What brings such an idea out of science fiction and into the realm of genuine research, Bettencourt says, is the rapid expansion in the last decade of our ability to measure human and social behaviors across many levels of organizations.

“There has been relatively little progress in turning these increasing volumes of data into predictive scientific knowledge that can be used to intervene and avoid deeper problems,” he says. “Among the critical issues that can be studied relate to the robustness (or lack thereof) of large human social organizations, such as cities and nations, and to resource and environmental stress, and how these factors interact with internal dynamical and organizational structures, including the potential for decay and collapse.”

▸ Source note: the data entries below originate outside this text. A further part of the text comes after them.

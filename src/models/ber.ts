/**
 * Uncoded bit error rates in AWGN (e.g. Sklar, Digital Communications, ch. 4):
 * coherent BPSK/QPSK ½ erfc(√(Eb/N0)); DBPSK ½ e^(−Eb/N0);
 * coherent BFSK ½ erfc(√(Eb/2N0)); non-coherent BFSK ½ e^(−Eb/2N0).
 */
import type { Modulation } from '../budget/types.js';
import { erfc } from './erfc.js';
import { checkRange, type Interval } from './range.js';

const MODULATIONS: readonly Modulation[] = ['bpsk', 'qpsk', 'dbpsk', 'bfsk-coherent', 'bfsk-noncoherent'];
/** Bits per channel symbol of each modulation. */
export const MODULATION_BITS_PER_SYMBOL: Readonly<Record<Modulation, number>> = {
  bpsk: 1, qpsk: 2, dbpsk: 1, 'bfsk-coherent': 1, 'bfsk-noncoherent': 1,
};
export const BER_VALIDITY = { bitErrorRate: [1e-15, 0.4] as Interval, ebN0DB: [-60, 60] as Interval };

function checkModulation(fn: string, m: string): asserts m is Modulation {
  if (!(MODULATIONS as readonly string[]).includes(m)) {
    throw new RangeError(`${fn}: modulation = ${JSON.stringify(m)} is outside ${MODULATIONS.join(', ')}`);
  }
}

function ber(m: Modulation, g: number): number {
  switch (m) {
    case 'bpsk':
    case 'qpsk': return 0.5 * erfc(Math.sqrt(g));
    case 'dbpsk': return 0.5 * Math.exp(-g);
    case 'bfsk-coherent': return 0.5 * erfc(Math.sqrt(g / 2));
    case 'bfsk-noncoherent': return 0.5 * Math.exp(-g / 2);
  }
}

/** Bit error probability at Eb/N0 (dB) for the modulation (formulas above). */
export function bitErrorRate(a: { modulation: Modulation; ebN0DB: number }): number {
  checkModulation('bitErrorRate', a.modulation);
  checkRange('bitErrorRate', 'ebN0DB', a.ebN0DB, BER_VALIDITY.ebN0DB, 'dB');
  return ber(a.modulation, 10 ** (a.ebN0DB / 10));
}

/** Eb/N0 (dB) giving the target bit error rate: bisection on log BER to < 1e-6 dB. */
export function requiredEbN0DB(a: { modulation: Modulation; bitErrorRate: number }): number {
  checkModulation('requiredEbN0DB', a.modulation);
  checkRange('requiredEbN0DB', 'bitErrorRate', a.bitErrorRate, BER_VALIDITY.bitErrorRate);
  const target = Math.log(a.bitErrorRate);
  let lo = BER_VALIDITY.ebN0DB[0], hi = BER_VALIDITY.ebN0DB[1];
  while (hi - lo > 1e-7) {
    const mid = (lo + hi) / 2;
    if (Math.log(ber(a.modulation, 10 ** (mid / 10))) > target) lo = mid; else hi = mid;
  }
  return (lo + hi) / 2;
}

Although plenty of work has been done to try to capture the internal dynamics of organizations, such as firms or governments, and to model their decision structures, these models apply at best to a single level of organization and typically fail to predict accurately, or to be sensitive to, dynamics and inputs at different scales. Bettencourt wants to address these issues by building a theory based on empirical data about human social organizations across scales from firms to nations.

“It’s really about understanding the nature of these processes and learning how to interfere in them,” he says. “If you understand the nature of problems, specifically in terms of their potential for instability in positive or negative directions, you have a means to tilt the process to a benign outcome.”

The modeling effort draws on SFI's cities and urbanization research.